# P320 carry or Full size



## Elikookoo (Aug 9, 2016)

Hello I am going to buy the p320 today and I need to decide between the carry model and the full size model
The problem is that I've only hold the full size in my hand, and it fits great but I think i wwould be a big gun for a daily carry
The thing I want to know is if the carry model has the same grip as the full size, 
Is the only difference is thebarrel length or does the holster changes too?


----------



## ifithitu (Jul 22, 2016)

Go with what feels good and comfortable for you to carry. After all its you who'll be carrying it. That's my opinion.Congrarts on the one you choose!


----------



## Kennydale (Jun 10, 2013)

I carry a G17 AIWB. I do not have any issues carrying a Full Size. I have shot Both the P320 FS and Carry. From 17 to 15 rounds doesn't seem like be under gunned if needed. Whichever you seem to shoot better with. For me I own both the G19 and G17. I just shoot better with the larger one.

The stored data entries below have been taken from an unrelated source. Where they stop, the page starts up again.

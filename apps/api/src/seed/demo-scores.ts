import seedrandom from 'seedrandom';
import type { DataSource, EntityManager } from 'typeorm';
import { ensureSheets } from '../score-sheets/queries.js';
import { addDays, REVIEW_DAYS, type DemoTimeline, type DemoWindow } from './demo-timeline.js';

type Phase = 'collection' | 'follow-up';

/**
 * Invented scores for the demo study, from a fixed seed: pupils vary within classrooms and
 * classrooms vary around their arm (ICC about .15), with a modest true effect of the routine and a
 * little more attrition in the intervention arm. Written straight to the tables, since the demo's
 * waves closed long ago; each sheet is submitted inside its wave's window and reviewed soon after
 * (`timeline`). The 'collection' phase fills the baseline and outcome waves, every sheet accepted before
 * the result is locked; the 'follow-up' phase, after the lock, tells the collection story.
 */
export async function seedDemoScores(dataSource: DataSource, studyId: string, timeline: DemoTimeline, phase: Phase = 'collection'): Promise<void> {
  await dataSource.transaction((manager) => writeScores(manager, studyId, timeline, phase));
}

/** When the `index`-th sheet of a wave was submitted and reviewed: inside the window, reviewed within days of it. */
function sheetTimes(w: DemoWindow, index: number): { submitted: Date; reviewed: Date } {
  const span = Math.round((new Date(w.closesOn).getTime() - new Date(w.opensOn).getTime()) / 86_400_000) - 5;
  const submitted = addDays(`${w.opensOn}T14:00:00Z`, 3 + (index % span));
  const submittedAt = new Date(submitted.getTime() + (index % 53) * 60_000);
  const latest = addDays(`${w.closesOn}T16:00:00Z`, REVIEW_DAYS);
  const reviewed = addDays(submittedAt, 1 + (index % 3));
  return { submitted: submittedAt, reviewed: reviewed < latest ? reviewed : latest };
}

async function writeScores(db: EntityManager, studyId: string, timeline: DemoTimeline, phase: Phase): Promise<void> {
  const waves: { id: string; kind: string }[] = await db.query(`SELECT id, kind FROM waves WHERE study_id = $1`, [studyId]);
  const baseline = waves.find((w) => w.kind === 'baseline')!.id;
  const outcome = waves.find((w) => w.kind === 'outcome')!.id;
  const followUp = waves.find((w) => w.kind === 'follow-up')?.id;
  const phaseWaves = phase === 'collection' ? [baseline, outcome] : followUp ? [followUp] : [];
  if (!phaseWaves.length) return;
  const [already] = await db.query(`SELECT 1 FROM scores WHERE study_id = $1 AND wave_id = ANY($2) LIMIT 1`, [studyId, phaseWaves]);
  if (already) return;
  await ensureSheets(db, studyId);
  const windows = new Map<string, DemoWindow>([
    [baseline, timeline.baseline],
    [outcome, timeline.outcome],
    ...(followUp ? [[followUp, timeline.followUp] as [string, DemoWindow]] : []),
  ]);
  const sheetsInWave = new Map<string, number>();
  let random = seedrandom('larkspur-valley-scores');
  const normal = () => Math.sqrt(-2 * Math.log(1 - random())) * Math.cos(2 * Math.PI * random());
  const clamp = (x: number, lo: number, hi: number) => Math.min(hi, Math.max(lo, x));

  const classrooms: { id: string; name: string; site_code: string; grade: string; expected_size: number; arm: string; teacher_email: string }[] = await db.query(
    `SELECT c.id, c.name, s.code AS site_code, c.grade, c.expected_size, c.arm, u.email AS teacher_email
       FROM classrooms c JOIN sites s ON s.id = c.site_id JOIN users u ON u.id = c.teacher_id
      WHERE c.study_id = $1 ORDER BY c.arm, s.code, c.name`,
    [studyId],
  );
  const measures: { id: string; kind: string; scale: string }[] = await db.query(`SELECT id, kind, scale FROM measures WHERE study_id = $1`, [studyId]);
  const fluency = measures.find((m) => m.kind === 'achievement' && m.scale === 'score')!.id;
  // Yes/no: reading at grade level (a fluency cut for the grade), in autumn and by spring; stored as 1 and 0.
  const gradeLevel = measures.find((m) => m.scale === 'yes-no')?.id;
  const engagement = measures.find((m) => m.kind === 'behaviour')!.id;

  // The follow-up sheets that tell the collection story: one returned for corrections, one awaiting review, and a
  // classroom that never entered its own. The locked runs read none of them (they read the baseline and outcome).
  const story = new Map<string, 'returned' | 'submitted' | 'missing'>([
    [`ALD|Room 3B|${fluency}`, 'returned'],
    [`BRK|Room 4A|${fluency}`, 'submitted'],
    ...measures.map((m) => [`FRN|Room 3A|${m.id}`, 'missing'] as [string, 'missing']),
  ]);

  // Each classroom draws from its own stream, keyed by its place within its arm, so the story is the same whichever
  // classrooms the draw (seeded, but over fresh UUIDs) put in each arm.
  let pupil = 0;
  const placeInArm = new Map<string, number>();
  for (const c of classrooms) {
    const place = placeInArm.get(c.arm) ?? 0;
    placeInArm.set(c.arm, place + 1);
    random = seedrandom(`larkspur-valley-scores|${c.arm}|${place}`);
    // The follow-up draws from a stream of its own, so it leaves the first two waves' scores as they were.
    const later = seedrandom(`larkspur-valley-scores|${c.arm}|${place}|follow-up`);
    const laterNormal = () => Math.sqrt(-2 * Math.log(1 - later())) * Math.cos(2 * Math.PI * later());
    const treated = c.arm === 'intervention';
    const classEffect = { fluency: normal() * 8, engagement: normal() * 0.2 }; // outcome ICC about .15
    const rows: Record<string, { code: string; score: number | null; left: boolean; note: string }[]> = {};
    for (let k = 0; k < c.expected_size; k++) {
      pupil++;
      const code = `LV-${String(pupil).padStart(4, '0')}`;
      const gradeShift = c.grade === '4' ? 8 : 0;
      const f0 = clamp(Math.round(82 + gradeShift + classEffect.fluency * 0.5 + normal() * 27), 0, 250);
      const e0 = clamp(Math.round((3.2 + classEffect.engagement * 0.6 + normal() * 0.62) * 10) / 10, 1, 5);
      const left = random() < (treated ? 0.11 : 0.08);
      const f1 = clamp(Math.round(0.75 * f0 + 42 + gradeShift * 0.25 + classEffect.fluency + (treated ? 8 : 0) + normal() * 19), 0, 250);
      const e1 = clamp(Math.round((0.6 * e0 + 1.35 + classEffect.engagement + (treated ? 0.22 : 0) + normal() * 0.5) * 10) / 10, 1, 5);
      (rows[`${baseline}|${fluency}`] ??= []).push({ code, score: f0, left: false, note: '' });
      (rows[`${baseline}|${engagement}`] ??= []).push({ code, score: e0, left: false, note: '' });
      (rows[`${outcome}|${fluency}`] ??= []).push({ code, score: left ? null : f1, left, note: left ? 'moved to another district' : '' });
      (rows[`${outcome}|${engagement}`] ??= []).push({ code, score: left ? null : e1, left, note: '' });
      const f2 = clamp(Math.round(0.8 * f1 + 30 + gradeShift * 0.25 + classEffect.fluency * 0.5 + (treated ? 4 : 0) + laterNormal() * 18), 0, 250);
      const e2 = clamp(Math.round((0.7 * e1 + 1 + classEffect.engagement * 0.5 + laterNormal() * 0.5) * 10) / 10, 1, 5);
      if (followUp) {
        (rows[`${followUp}|${fluency}`] ??= []).push({ code, score: left ? null : f2, left, note: '' });
        (rows[`${followUp}|${engagement}`] ??= []).push({ code, score: left ? null : e2, left, note: '' });
      }
      if (gradeLevel) {
        const cut = c.grade === '4' ? 100 : 90;
        (rows[`${baseline}|${gradeLevel}`] ??= []).push({ code, score: f0 >= cut ? 1 : 0, left: false, note: '' });
        (rows[`${outcome}|${gradeLevel}`] ??= []).push({ code, score: left ? null : f1 >= cut + 10 ? 1 : 0, left, note: '' });
        if (followUp) (rows[`${followUp}|${gradeLevel}`] ??= []).push({ code, score: left ? null : f2 >= cut + 20 ? 1 : 0, left, note: '' });
      }
    }
    if (phase === 'collection') await db.query(`INSERT INTO students (study_id, student_code, classroom_id) SELECT $1, unnest($2::varchar[]), $3`, [studyId, rows[`${baseline}|${fluency}`].map((r) => r.code), c.id]);
    for (const [key, list] of Object.entries(rows)) {
      const [waveId, measureId] = key.split('|');
      if (!phaseWaves.includes(waveId)) continue;
      const role = waveId === followUp ? story.get(`${c.site_code}|${c.name}|${measureId}`) : undefined;
      if (role === 'missing') continue;
      const [sheet] = await db.query(`SELECT id FROM score_sheets WHERE classroom_id = $1 AND wave_id = $2 AND measure_id = $3`, [c.id, waveId, measureId]);
      const index = sheetsInWave.get(waveId) ?? 0;
      sheetsInWave.set(waveId, index + 1);
      const times = sheetTimes(windows.get(waveId)!, index);
      // The slip the coordinator spotted: a follow-up score far below the pupil's spring one.
      if (role === 'returned') list[3].score = 12;
      await db.query(
        `INSERT INTO scores (sheet_id, study_id, classroom_id, wave_id, measure_id, student_code, score, left_study, note)
         SELECT $1, $2, $3, $4, $5, t.code, t.score, t.left_study, t.note
           FROM unnest($6::varchar[], $7::numeric[], $8::boolean[], $9::varchar[]) AS t(code, score, left_study, note)`,
        [sheet.id, studyId, c.id, waveId, measureId, list.map((r) => r.code), list.map((r) => r.score), list.map((r) => r.left), list.map((r) => r.note)],
      );
      const state = role ?? 'accepted';
      const reviewed = state === 'submitted' ? null : times.reviewed;
      await db.query(
        `UPDATE score_sheets SET state = $2::varchar, submitted_at = $4::timestamptz, return_reasons = $3, reviewed_at = $5::timestamptz, updated_at = coalesce($5::timestamptz, $4::timestamptz) WHERE id = $1`,
        [sheet.id, state, state === 'returned' ? `${list[3].code} reads 12 words per minute at the follow-up, far below spring — please check the recording.` : null, times.submitted, reviewed],
      );
    }
  }
}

(Get the FS then get the Modular kit for the Carry)


----------



## Elikookoo (Aug 9, 2016)

I prefer do carry a gun as small as possible, the only thing I wanna know is if the grip is the same in the carry and the full size

I can't buy both kits, country rules forbids it


----------



## pblanc (Mar 3, 2015)

The "carry" model P320s have a compact sized slide and barrel on a grip module that has the same height (grip length) as the full-sized P320s. The "carry" grip modules accept full-sized magazines. The compact grip modules also accept full-sized magazines but they will extend a bit past the grip of the compact module.

At least, that is how SIG-Sauer currently uses the term "carry" model for the P320. That is not how they used that term when the P320 was introduced. At that time, they called what is now the "compact" model the carry model, and you may encounter some new old stock P320s that are labelled that way. Apparently, law enforcement agencies voiced a desire for a compact upper with a full-length grip that accepted full-sized magazines, and they renamed the P320 "carry" the "compact" at that time.

Although the P320 carry and full-sized grip modules have the same grip length and take the same magazines, they are not identical. A P320 compact upper could be used on a full-sized grip module, but the "dust cover" portion of the full-sized module would overhang the end of the compact slide and barrel. Since the grip modules are polymer, the end of a full-sized grip module could be trimmed off flush.

Are you asking whether the compact and carry versions of the P320 will fit the same holster? If so, my guess is that they would since the only difference is in the length of the grip. I believe that the contour of the accessory rail and trigger guard are the same. If you are asking whether the full-size and carry P320s will fit the same holster I would say probably not. The barrel, slide, and forward portion of the grip module are all significantly longer than those of the carry P320 and would not fit in a holster properly sized and fitted for a carry. A carry model P320 might fit in a holster made for a full-size, but it would not fill the holster being shorter.

If you buy the carry model, you can buy a compact grip module for it. I bought a subcompact grip module and 2 subcompact magazines for my compact 9mm P320. After shopping around a bit, I found the grip module and 2 magazines for just over $100 for the three items. The compact grip would allow you a slightly shorter pistol for carry purposes.


----------



## boatdoc173 (Mar 15, 2014)

Had I known that sig was going to release the p320 as the p320 rx I would have waited. I am getting into the P320 I bought 2 years ago. Did not really love it at first because I did love the HK VP9 and the Walther ppq . NOW though, I like that p320 . may trade it once I get the RX version though

if you are going to carry--get the carry version . mine is a range gun so I bought FS. I enjoy FS more than compact. not sure why though--it is onlu a 1" barrel sized difference
Nice trigger and I like the modular set up too
good luck. I am sure you will like this gun.


----------